US Interest Rate Hike: a Matter of When, not If

US Interest Rate, rate Hike, Matter, When, not If, Fundamental Analysis, fx trader, forex

14 Jul 2015

The issue that has preoccupied the currency market more than anything else this year – aside perhaps from the Greek debt issue – is when the world’s largest single-country economy will raise interest rates. It’s the same for the majority of Forex traders who are monitoring the long-term strength of the US dollar. At this moment in time, there seems to be a consensus amongst economists and commentators that an interest rate rise is not a question of if, but when.

The US Federal Reserve Bank has not increased the Fed Funds Target Rate since June 2006. Exactly when they will do so depends on the health of the economy, as reflected by the data. The Fed have said they won’t begin lifting their benchmark federal funds rate from near zero until they see more improvement in the labour market and are confident inflation will rise toward their 2% target.

Data is king, not speculation

The Fed are data dependent, and the last two months of data has been, on the whole, positive. Quarter one data was poor overall and the Fed attributed this to transitory factors in their April statement. Thus far they have been proven correct; data has improved and of note was the Core Consumer Price Index readings for April which came in better than expected, showing an increase of 0.3% for the month. Since that positive reading we have seen the CPI readings for May, which showed core inflation rose only 0.1% for the month, slightly missing estimates. Nevertheless, in annualised terms the last two months’ of core readings amounts to a core inflation rate of 2.4%, which is actually above the Fed’s target of 2%.
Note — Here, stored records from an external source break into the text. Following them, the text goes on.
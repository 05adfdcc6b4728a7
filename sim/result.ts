// What a simulation hands back: the discretization it chose and the probe records.
// Renderers, writers and measurements read only this, never solver state.
import type { NdArray } from 'ndarray';

export interface SegmentPlan {
  name: string;
  length: number;
  cells: number;
  cellLength: number;
  /** One-way delay of the segment (s), length·√(L'C'). */
  delay: number;
  /** Characteristic impedance √(L'/C') at high frequency (ohm). */
  z0: number;
  /** Courant number v·Δt/Δz; ≤ 1 for stability, 1 is dispersion-free on a lossless line. For a coupled conductor: the fastest mode's. */
  courant: number;
  /** The coupled section the segment is a conductor of; `delay` is then the fastest mode's. */
  coupled?: string;
  /** For a line with frequency-dependent loss: how its Z′(jω), Y′(jω) were realised in the time domain. */
  loss?: LossRealisation;
}

export interface LossRealisation {
  /** Band of the fit (Hz). */
  fmin: number;
  fmax: number;
  /** R‖L sections (skin effect) and R–C branches (dielectric): one state each per cell. */
  seriesTerms: number;
  shuntTerms: number;
  /** Largest relative error of the realised Z′ and Y′ against the exact model over the band. */
  maxRelErrorZ: number;
  maxRelErrorY: number;
  /** Largest relative error of the loss alone: the conductor's resistance and the dielectric's loss term. */
  maxResistanceRelError: number;
  maxDielectricLossRelError: number;
}

/** Why Δt has the value it has: the rule that set it, as data (src/ words it). */
export type DtRule =
  /** The fastest edge of any source over cellsPerRise (`edge` Infinity: every source constant and no line). */
  | { rule: 'edge'; edge: number; cellsPerRise: number }
  /** Every source is constant: the longest path's one-way delay stands in for the rise time. */
  | { rule: 'delay'; delay: number; cellsPerRise: number }
  /** A segment at Courant 1: its delay in `cells` cells (no cell may be longer than one Δt of travel). */
  | { rule: 'segment'; segment: string; delay: number; cells: number }
  /** A constant source and no line at all: the duration in `steps` steps. */
  | { rule: 'duration'; duration: number; steps: number };

export interface Discretization {
  dt: number;
  steps: number;
  duration: number;
  /** Total number of line cells in the net. */
  cells: number;
  /** Nodes of the ladder: every junction, part and receiver node and every segment's interior nodes. */
  nodes: number;
  segments: SegmentPlan[];
  /** Why Δt has the value it has (the limiting rule). */
  dtRule: DtRule;
}

export interface ProbeRecord {
  names: string[];
  /** Time between samples (s); sample i is at t = i·dtSample. */
  dtSample: number;
  /** Shape [probes, samples], volts. One probe's samples: `probeTrace(record, p)`. */
  values: NdArray<Float64Array>;
}

/**
 * One probe's samples (by index or name) as a Float64Array: the record's row `values.pick(p, null)`,
 * a view of the record's data when the row is contiguous (it always is for records the engine makes),
 * else a copy.
 */
export function probeTrace(record: ProbeRecord, probe: number | string): Float64Array {
  const p = typeof probe === 'number' ? probe : record.names.indexOf(probe);
  if (!(p >= 0 && p < record.values.shape[0])) {
    throw new RangeError(`no probe ${typeof probe === 'number' ? `#${probe}` : `named '${probe}'`} in the record (probes: ${record.names.join(', ')})`);
  }
  const row = record.values.pick(p, null);
  const n = row.shape[0]!;
  if (row.stride[0] === 1) return row.data.subarray(row.offset, row.offset + n);
  const out = new Float64Array(n);
  for (let i = 0; i < n; i++) out[i] = row.get(i);
  return out;
}

/** Every probe's samples, in record order (see probeTrace). */
export function probeTraces(record: ProbeRecord): Float64Array[] {
  return record.names.map((_, p) => probeTrace(record, p));
}

/** A route item's span along the way from the driver pin (m); lumped parts and branch points have from = to. */
export interface RouteMapItem {
  name: string;
  kind: 'line' | 'series' | 'shunt' | 'branch';
  from: number;
  to: number;
  /** A line that is a conductor of a coupled section: the section's name. */
  coupled?: string;
}

/**
 * One path of the net, from the driver pin to one receiver, as columns of the route map: what a view
 * needs to draw that path's distance axis with its junctions marked.
 */
export interface RouteMapPath {
  receiver: string;
  /** With several nets: the name of the net the path belongs to (its driver's). */
  net?: string;
  /** Columns of RouteMapRecord.values along this path, from the driver pin to the receiver. */
  columns: Int32Array;
  /** Distance of each of those columns from the driver pin along the path (m), non-decreasing. */
  positions: Float64Array;
  /** The items on this path, in order, with their spans along it. */
  items: RouteMapItem[];
  /** Branch points on this path where other paths leave it: distance, branch item, receivers reached that way. */
  junctions: { item: string; at: number; receivers: string[] }[];
}

/** Voltage along the net over time, decimated (see route-map.ts for the bound). */
export interface RouteMapRecord {
  /**
   * Distance of each column from the driver pin along the tree (m). For a net without branches the
   * columns run along the route in order; with branches the main path's columns come first, then the
   * branches' — read a path's columns through `paths`.
   */
  positions: Float64Array;
  /** Time between rows (s); row r is at t = r·dtRow. */
  dtRow: number;
  /** Shape [rows, columns], volts. */
  values: NdArray<Float64Array>;
  /** Every route item with the span it covers along its path from the driver pin (m). */
  items: RouteMapItem[];
  /** One per receiver, the main receiver's path first. */
  paths: RouteMapPath[];
}

export interface SimResult {
  discretization: Discretization;
  record: ProbeRecord;
  /** Present when the run was asked to record the route (SimulateOptions.routeMap). */
  routeMap?: RouteMapRecord;
}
Inflation has been the weakest link for all major economies this year, since the massive drop in oil prices, and the US has been no exception. It’s within the context of low inflation that the positive Core CPI readings for April become so important. The core reading of 0.3% m/m is the highest since January 2013. Although the most recent readings for May have dropped back down to 0.1%, this may still be the start of an upward trend. Annual core inflation is at 1.7%, which is only 0.3% below the Fed’s target. In normal times the target inflation rate would refer to the total CPI however given the considerable drop in oil prices, the Fed are more focussed on core readings. The Fed have stated: “Core inflation measures that leave out items with volatile prices can be useful in assessing inflation trends.” An annual core CPI reading of 1.7%, up from 1.6% at the start of 2015, may suggest that inflation is on its way back to 2%, as the Fed requires.

Throughout 2014 the employment situation was healthy and unemployment gradually dropped to where it now is at 5.5%, slightly up from the prior month where it hit 5.4%, which was the lowest since 2008. However it is also wage growth that the Fed want to see increase. The recent reading, for May, showed average earnings better than expected at 0.3%, up from 0.1% in April. This rise sends a strong signal about improvements in the labour market that the Fed have said they are monitoring to inform their rate decision.